FBI adopts more aggressive approach to pursuing cyber criminals
The agency received court authorisation in April to hack hundreds of victim's machines, in order to remove malware
The FBI has amended its tactics towards hackers and is now taking more aggressive steps to counter criminals behind devastating hacks.
According to Bloomberg, the FBI's new approach may be rooted in the notorious cyber campaign by state-backed Chinese hackers earlier this year, which enabled them to compromise thousands of private Microsoft Exchange email servers.
At least 30,000 organisations across the United States were compromised through four security vulnerabilities impacting Microsoft's Exchange Server email software.
In response, the FBI recevied a Houston federal judge's authorisation to remotely access hundreds of hacked networks and block the hackers' digital points of entry.
The FBI used the same vulnerability in the servers as the hackers, enabling the agents to break into machines and remove the backdoors the criminals had planted.
"The FBI has definitely decided to be more aggressive," Elvis Chan, the assistant special agent in charge of cyber investigations in the FBI's San Francisco field office, told Bloomberg in an interview.
"Our toolkit hasn't changed. We're just using the tools a little bit more," he added.
Another example of the new approach is in the FBI's joint operation with the National Security Agency (NSA), which disrupted a Russian cyber-espionage campaign.
In a more recent operation, the FBI successfully recovered the ransom paid to hackers following a ransomware attack on the Colonial Pipeline.

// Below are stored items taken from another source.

"""Each cell's rendered commands, environment and noise controls, and the `RunSpec` of a run.

A cell (one combination of levels) renders its command, environment, working
directory, untimed steps (build, reset, teardown) and noise controls once;
every run of it reuses that. The run engine, the gate and the cluster
coordinator all take their commands from here, so a command is rendered the
same way wherever it runs.
"""

from __future__ import annotations

import os
from pathlib import Path
from typing import Mapping

from benchharness.execute.base import RunSpec

STEPS = ("build", "reset", "teardown")


class CellCache:
    """Rendered command, environment and steps per cell (computed once per cell).

    ``get(levels)`` returns a plain dict: ``argv``/``shell`` (the command),
    ``env`` (the child's whole environment), ``env_over`` (what the experiment
    sets), ``cwd``, ``cpus``, ``nice``, ``no_aslr``, ``label`` and, for each
    of ``build``, ``reset``, ``teardown``, an ``(argv, shell)`` pair or None.
    """

    def __init__(self, exp, session: Mapping):
        from benchharness.execute.controls import parse_controls

        self.exp = exp
        self.factor_names = tuple(exp.factor_names)
        self.cache: dict[tuple, dict] = {}
        self.envs: dict[tuple, dict] = {}
        self.controls = parse_controls(exp)
        if self.controls.clean_env:
            from benchharness.execute.envs import clean_environment

            self.base_env = clean_environment(os.environ)
        else:
            self.base_env = dict(os.environ)
        self.exp_dir = session.get("experiment_dir") or os.getcwd()
        self.cwd = session.get("cwd") or os.getcwd()

    def get(self, levels: Mapping[str, str]) -> dict:
        key = tuple([levels[f] for f in self.factor_names])
        c = self.cache.get(key)
        if c is None:
            c = self.cache[key] = self._render(levels)
        return c

    def _env_for(self, env_over: Mapping[str, str]) -> dict:
        """One shared environment per distinct set of templated variables (never a copy
        per cell: a plan of 100,000 cells would hold 100,000 environments)."""
        k = tuple(env_over.items())
        env = self.envs.get(k)
        if env is None:
            env = self.envs[k] = {**self.base_env, **env_over}
        return env

    def _render(self, levels: Mapping[str, str]) -> dict:
        from benchharness.execute.controls import resolve_cell

        exp = self.exp
        lookup = exp.lookup(levels)     # once per cell, for every template of it
        env_over = exp.render_env(levels, lookup)
        env = self._env_for(env_over)
        wd = exp.render_workdir(levels, lookup)
        cwd = self.cwd if wd is None else str(Path(self.exp_dir, wd))
        argv, shell = exp.render_command(exp.command, levels, lookup)
        ctl = resolve_cell(exp, self.controls, levels)
        c = {"cpus": ctl["cpus"], "nice": ctl["nice"], "no_aslr": self.controls.aslr_off,
             "argv": argv, "shell": shell, "env": env, "env_over": env_over, "cwd": cwd,
             "label": " ".join(f"{k}={v}" for k, v in levels.items())}
        for step in STEPS:
            t = getattr(exp, step)
            c[step] = exp.render_command(t, levels, lookup) if t is not None else None
        return c


def run_spec(argv_shell, c: Mapping, timeout_s, run_id=None, levels=None, env=None,
             inflight_path=None) -> RunSpec:
    """The `RunSpec` of one command of cell ``c`` (its main command or a step)."""
    argv, shell = argv_shell
    return RunSpec(argv=argv, shell_command=shell, env=env or c["env"], cwd=c["cwd"],
                   timeout_s=timeout_s, run_id=run_id, levels=levels or {},
                   cpus=c["cpus"], nice=c["nice"], no_aslr=c["no_aslr"],
                   inflight_path=inflight_path)


def build_key(c: Mapping) -> tuple:
    """What makes two builds the same: the rendered step, directory and environment."""
    return (c["build"], c["cwd"], tuple(sorted(c["env_over"].items())))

In an affidavit filed in court earlier this month, the US Justice Department said that it had recovered the majority of the $4.4 million (£3.1m) ransom paid to the perpetrators of the attack.
The Department claimed that the FBI possessed the private key to the criminals' Bitcoin wallet, which enabled federal agents to unlock the wallet and transfer the cryptocurrency elsewhere.
"Today we turned the tables on DarkSide," Deputy Attorney General Lisa Monaco said in a press conference earlier this month, referring to the Russia-linked cybercrime group that was blamed in Colonial Pipeline attack.
Deputy FBI Director Paul Abbate told reporters that investigators had identified more than 90 firms victimised by DarkSide.
In an interview with the Wall Street Journal, FBI Director Christopher Wray compared the Colonial Pipeline breach to the 11th September attacks.
"There are a lot of parallels, there's a lot of importance, and a lot of focus by us on disruption and prevention," Wray said.
Wray said the Bureau was investigating about 100 different types of ransomware, many of which can be traced back to threat actors in Russia.
The new efforts to counter cyber criminals are not confined to the FBI. It is a "whole of government" priority says Anne Neuberger, deputy national security advisor for cyber and emerging technologies.
"It's a dramatic difference in terms of saying this is a priority."
A recent example is the NSA's launch of a collaboration centre to encourage information sharing with private firms in the US.
Wray also announced a new cyber strategy last year, intended to "make it harder and more painful for hackers and criminals to do what they're doing."